The cup-with-handle base is part of a base-on-base pattern, forming just above a cup base cleared on Aug. 11.

Cardinal Health, based in Dublin, Ohio, offers a wide assortment of health care services and medical supplies to hospitals, labs, pharmacies and long-term care facilities. The company reports that it serves around 90% of hospitals and 60,000 pharmacies in the U.S.

S&P 500 stock Cardinal Health will report Q1 2023 earnings on Nov. 4. Analysts forecast earnings falling 26% to 96 cents per share. Sales are expected to increase 10% to $48.3 billion, according to FactSet.

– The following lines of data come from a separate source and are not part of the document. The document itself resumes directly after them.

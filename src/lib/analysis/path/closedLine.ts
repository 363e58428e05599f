import type { Channels } from '../model.ts';
import { curvatureOf, fitEvenLine } from './evenLine.ts';
import type { EvenLine } from './evenLine.ts';
import type { Positions } from './freshPositions.ts';
import { geometryOfLine } from './pathGeometry.ts';
import { trackOnPath } from './trackOnPath.ts';
import { wayAlong, wayAt } from './wayAlong.ts';

/** A stretch of the run between two crossings. */
export interface Stretch {
	startS: number;
	endS: number;
}

/**
 * How much a path's sharpness changes from metre to metre, as the variance of the third derivative, 1/m⁴. With a position noise σ a
 * smoothing of σ²/q balances noise against corners that are cut: 0.3 m at 60 Hz leaves 25 m of detail. Four times more lets noise
 * grow corners of its own, four times less rounds hairpins off.
 */
const SHARPNESS_VARIANCE = 4e-6;
/**
 * Least smoothing, in squared metres of position error that count as nothing: leaves about 10 m of detail at 50 Hz. Lower it and
 * steering corrections on a straight show up as bends.
 */
export const LEAST_SMOOTHING = 50;
/** Lap ends are blended over this way before and behind the line, because the line is not crossed at the same place across. */
const BLEND_M = 60;
/** With less way than this beyond the lap's ends the gap is closed by a slow drift over the whole lap. */
const LEAST_BLEND_M = 5;

/** Smoothing for positions of this noise, see `smoothScattered`. */
export function smoothingFor(noiseM: number): number {
	return Math.max(LEAST_SMOOTHING, (noiseM * noiseM) / SHARPNESS_VARIANCE);
}

/**
 * The closed line that one or several laps drove, from line to line. The first lap gives the shape; all of them are then laid on it
 * and averaged, each with a weight that fades over the lap's ends.
 *
 * @param laps at least one; the first is the one to stand on
 */
export function closedLine(positions: Positions, channels: Channels, laps: Stretch[]): EvenLine {
	const lambda = smoothingFor(positions.noiseM);
	const way = wayAlong(positions, channels);
	const first = lapPoints(positions, channels, way, laps[0]);
	let line = fitEvenLine({ ...first, closed: true }, lambda);
	// twice: places along the first fit are as good as the way driven, along the second as good as the line
	for (let pass = 0; pass < 2; pass++) {
		const points = laps.map((lap, k) => (k === 0 ? first : lapPoints(positions, channels, way, lap)));
		line = refit(line, points, positions, channels, lambda);
	}
	return line;
}

interface LapPoints {
	/** indices into the positions */
	from: number;
	to: number;
	atM: Float64Array;
	xM: Float64Array;
	yM: Float64Array;
	weights: Float64Array;
	lengthM: number;
}

/** Positions of a lap with what it drove before and behind it, by way from its start. */
function lapPoints(positions: Positions, channels: Channels, way: Float64Array, lap: Stretch): LapPoints {
	const { sample, xM, yM } = positions;
	const startM = wayAt(positions, channels, way, lap.startS);
	const endM = wayAt(positions, channels, way, lap.endS);
	const lengthM = endM - startM;
	const inside = (j: number, reach: number) => way[j] >= startM - reach && way[j] <= endM + reach;
	const reach = Math.min(BLEND_M, lengthM / 8);
	let from = 0;
	while (from < sample.length && way[from] < startM - reach) from++;
	let to = from;
	while (to + 1 < sample.length && inside(to + 1, reach)) to++;
	const blend = Math.min(startM - way[from], way[to] - endM, reach);
	const drift = blend < LEAST_BLEND_M;
	if (drift) {
		while (way[from] < startM - 1e-6) from++;
		while (way[to] > endM + 1e-6) to--;
	}
	const count = to - from + 1;
	const points: LapPoints = {
		from,
		to,
		atM: new Float64Array(count),
		xM: xM.slice(from, to + 1),
		yM: yM.slice(from, to + 1),
		weights: new Float64Array(count).fill(1),
		lengthM
	};
	const gapX = drift ? xM[to] - xM[from] : 0;
	const gapY = drift ? yM[to] - yM[from] : 0;
	// of the gap only what lies across counts; along it is the way between the last and the first position
	const [acrossX, acrossY] = drift ? across(gapX, gapY, xM[from + 1] - xM[from], yM[from + 1] - yM[from]) : [0, 0];
	for (let k = 0; k < count; k++) {
		const at = way[from + k] - startM;
		points.atM[k] = at;
		if (drift) {
			const share = at / lengthM - 0.5;
			points.xM[k] -= acrossX * share;
			points.yM[k] -= acrossY * share;
		} else points.weights[k] = fade(at, blend) - fade(at - lengthM, blend);
	}
	return points;
}

/** 0 before −blend, 1 behind +blend, smooth between. */
function fade(at: number, blend: number): number {
	const share = Math.min(Math.max((at + blend) / (2 * blend), 0), 1);
	return share * share * (3 - 2 * share);
}

function across(x: number, y: number, alongX: number, alongY: number): [number, number] {
	const size = Math.hypot(alongX, alongY) || 1;
	const along = (x * alongX + y * alongY) / size;
	return [x - (along * alongX) / size, y - (along * alongY) / size];
}

/** Lays laps on a line and fits it anew. */
function refit(line: EvenLine, laps: LapPoints[], positions: Positions, channels: Channels, lambda: number): EvenLine {
	const geometry = geometryOfLine(line, curvatureOf(line));
	const at: number[] = [];
	const x: number[] = [];
	const y: number[] = [];
	const weights: number[] = [];
	for (const lap of laps) {
		const own: Positions = {
			...positions,
			sample: positions.sample.subarray(lap.from, lap.to + 1),
			xM: lap.xM,
			yM: lap.yM
		};
		const tracked = trackOnPath(own, channels, geometry);
		for (let k = 0; k < lap.atM.length; k++) {
			if (Number.isNaN(tracked.placeM[k])) continue;
			at.push(tracked.placeM[k]);
			x.push(lap.xM[k]);
			y.push(lap.yM[k]);
			weights.push(lap.weights[k]);
		}
	}
	return fitEvenLine(
		{
			atM: Float64Array.from(at),
			xM: Float64Array.from(x),
			yM: Float64Array.from(y),
			weights: Float64Array.from(weights),
			lengthM: line.lengthM,
			closed: true
		},
		lambda
	);
}
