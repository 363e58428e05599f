import { version } from '$app/environment';
import { apiRoute } from '$lib/server/http/apiRoute';
import { isKnown, jsonResponse, notModified } from '$lib/server/http/json';
import { requireViewer } from '$lib/server/http/requireViewer';
import { loadComparisonDocument } from '$lib/server/services/comparisonDocument';
import type { RequestEvent } from './$types';

/** Two laps laid on each other: Δ, the time ledger, findings. */
export const GET = apiRoute<RequestEvent>(async (event) => {
	const viewer = requireViewer(event, 'laps:read');
	const { hash, json } = await loadComparisonDocument(viewer, event.params.lap, event.params.reference);
	// Another build may answer otherwise out of the same data.
	const etag = `"${version}-${hash.slice(0, 32)}"`;
	return isKnown(event.request, etag) ? notModified(etag) : jsonResponse(await json(), 200, { etag });
});
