import type { BrakeUnit } from '../schemas/channels.ts';
import type { Corner, LapKind, PathOrigin, SourceSummary, Warning, Wheel } from '../schemas/analysisDocument.ts';
import type { LapReason } from '../schemas/codes.ts';

/**
 * The shapes that pass between the stages of the core, in the order in which they arise:
 * RawRun (parse) → Channels → Lap[] → ReferencePath → PlacedRun → Corner[] → LapGrid, metrics → comparison.
 */

/**
 * Channels of a run, ready to measure: speed always there, pedals from rest in % of full, local metres for positions.
 * Columns have equal length ≥ 2; `timeS` strictly increases; missing is NaN; an absent channel is null.
 */
export interface Channels {
	timeS: Float64Array;
	/** never null: measured, or from distance or positions (see warnings) */
	speedKmh: Float64Array;
	/** along the run, never restarting; measured, or integrated from speed by trapezoids */
	distanceM: Float64Array;
	/** was distance measured (true) or integrated from speed (false) */
	distanceMeasured: boolean;
	/** % of full pedal or of full pressure, rest taken off; null where there is no brake channel */
	brakePct: Float64Array | null;
	brakeUnit: BrakeUnit | null;
	/** what 100 % stands for in `brakeUnit` (bar, N, counts); null for % and switch */
	brakeFull: number | null;
	/** true where the full value was taken from the run itself (warning `brake_scale_assumed`) */
	brakeScaleAssumed: boolean;
	throttlePct: Float64Array | null;
	/** degrees at the wheel, left positive */
	steeringDeg: Float64Array | null;
	gear: Float64Array | null;
	engineSpeedRpm: Float64Array | null;
	/** local metres, x east, y north, about `origin` */
	xM: Float64Array | null;
	yM: Float64Array | null;
	/** WGS84 of the local frame's origin; null where the file has x, y */
	origin: { latitudeDeg: number; longitudeDeg: number } | null;
	/** forward positive */
	accLongMps2: Float64Array | null;
	/** left positive */
	accLatMps2: Float64Array | null;
	/** counter-clockwise positive */
	yawRateRadps: Float64Array | null;
	/** speed at the tread, rolling radius fitted */
	wheelKmh: Record<Wheel, Float64Array> | null;
	/** lap marks as in the file */
	lapColumn: Float64Array | null;
	beacon: Float64Array | null;
	lapDistanceM: Float64Array | null;
	/** running lap time of the file, which restarts */
	lapTimeColumnS: Float64Array | null;
	sampleRateHz: number;
	source: SourceSummary;
	warnings: Warning[];
}

/** One lap between two crossings of the line; crossings are interpolated, so startS and endS lie between samples. */
export interface Lap {
	number: number;
	kind: LapKind;
	startS: number;
	endS: number;
	lengthM: number | null;
	clean: boolean;
	reasons: LapReason[];
	/** ± of the lap time where only a lap column is known */
	plusMinusS: number;
	/** which whole turn of the path the lap covers: place from index · L to (index + 1) · L; null for a lap that starts or ends off the line */
	turn: number | null;
}

/** The layout's reference path on a 1 m grid; entry i is at s = i m, the last entry is followed by the first. */
export interface ReferencePath {
	lengthM: number;
	closed: boolean;
	/** length n = floor(lengthM) + 1 for stored places 0 … floor(lengthM) */
	xM: Float64Array;
	yM: Float64Array;
	/** left positive */
	curvaturePerM: Float64Array;
	origin: PathOrigin;
	line: 'mark' | 'layout' | 'chosen';
	/** speed of the lap that the path stands on, by place: used to match laps without positions */
	speedKmh: Float64Array;
	/**
	 * the file's own distance along the track at each whole metre, where it has one (simulators count along the centre line): another
	 * run that counts the same way is laid by it. Absent or null: by projection
	 */
	trackDistanceM?: Float64Array | null;
	/** local frame, as in Channels */
	frame: { latitudeDeg: number; longitudeDeg: number } | null;
}

/**
 * A run laid on a path: `placeM` is the unwrapped place, turn · L + s, non-decreasing, so that a lap is the stretch
 * [turn · L, (turn + 1) · L] and a corner that the line cuts is measured without a seam. Samples before the first lap have
 * places below 0. NaN where the car is off the path for good.
 */
export interface PlacedRun {
	channels: Channels;
	placeM: Float64Array;
	/** signed distance from the path, left positive; null without positions */
	offsetM: Float64Array | null;
	/** curvature of the car's own line at each sample, left positive; null where it cannot be known */
	curvaturePerM: Float64Array | null;
	laps: Lap[];
	path: ReferencePath;
}

/** Everything that depends on the layout alone: what two laps are compared on. */
export interface CornerMap {
	lengthM: number;
	corners: Corner[];
}

/**
 * One lap on the path's 1 m grid, with a margin before and after the line; entry i is at s = i − marginM.
 * NaN where the run has no sample. Drawn, stored and compared; corner metrics never come from it.
 */
export interface LapGrid {
	lapNumber: number;
	lengthM: number;
	marginM: number;
	/** line to line, exact: the time at s = lengthM, which is rarely a whole metre */
	lapTimeS: number;
	/** s from the lap's crossing of the line; negative in the margin before */
	timeS: Float64Array;
	speedKmh: Float64Array;
	brakePct: Float64Array | null;
	throttlePct: Float64Array | null;
	steeringDeg: Float64Array | null;
	/** signed distance from the path, left positive */
	offsetM: Float64Array | null;
	curvaturePerM: Float64Array | null;
	accLongMps2: Float64Array | null;
	gear: Float64Array | null;
	engineSpeedRpm: Float64Array | null;
}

Cardinal Health stock ranks first in the Medical-Wholesale Drug/Supplies industry group, ahead of McKesson (MCK), which is also showing positive action. CAH stock has a 94 Composite Rating out of 99. It has a 97 Relative Strength Rating and an EPS rating of 73.

Steel Dynamics Stock
STLD shares shot up 8.5% to 92.92 on Friday and soared 19% on the week, coming off a Steel Dynamics earnings beat Wednesday night.

Shares blasted above an 88.72 consolidation buy point Friday after clearing a trendline Thursday. STLD stock is 17% above its 50-day line, definitely extended from that key average.

Steel Dynamics’ latest consolidation could be seen as part of a larger base going back six months.

Steel Dynamics topped Q3 earnings views with EPS rising 10% to $5.46 while revenue grew 11% to $5.65 billion. The steel producer’s outlook is optimistic despite weaker flat rolled steel pricing. STLD reports its order activity and backlogs remain solid.

The Fort Wayne, Indiana-based company is among the largest producers of carbon steel products in the U.S. It engages in metal recycling operations along with steel fabrication and produces myriad steel products.

How Millett Grew Steel Dynamics From A Three Employee Business

STLD stock ranks first in the Steel-Producers industry group. STLD stock has a 96 Composite Rating out of 99. It has a 90 Relative Strength Rating, an exclusive IBD Stock Checkup gauge for share-price movement that tops at 99. The rating shows how a stock’s performance over the last 52 weeks holds up against all the other stocks in IBD’s database. The EPS rating is 98.

Genuine Parts Stock
GPC stock gained 2.8% to 162.35 Friday after the company topped earnings views with its Q3 results on Thursday. For the week GPC advanced 5.1% as the stock held its 50-day line and is in a flat base.

GPC has an official 165.09 flat-base buy point after a three-week rally, according to MarketSmith analysis.

The relative strength line for Genuine Parts stock has rallied sharply to highs over the past several months.

On Thursday, the Atlanta-based auto parts company raised its full-year guidance on growth across its automotive and industrial sales.

Genuine Parts earnings per share advanced 19% to $2.23 and revenue grew 18% to $5.675 billion in Q3. GPC’s full-year guidance is now calling for EPS of $8.05-$8.15, up from $7.80-$7.95. The company now forecasts revenue growth of 15%-16%, up from the earlier 12%-14%.

During the Covid pandemic, supply chain constraints caused a major upheaval in the auto industry, sending prices for new and used cars to record levels. This has made consumers more likely to hang on to their existing vehicles for longer, driving mileage higher and boosting demand for auto replacement parts.

Fellow auto stocks O’Reilly Auto Parts (ORLY) and AutoZone (AZO) have also rallied near buy points amid the struggling market. O’Reilly reports on Oct. 26.

IBD ranks Genuine Parts first in the Retail/Wholesale-Auto Parts industry group. GPC stock has a 96 Composite Rating. Its Relative Strength Rating is 94 and it has an EPS Rating of 89.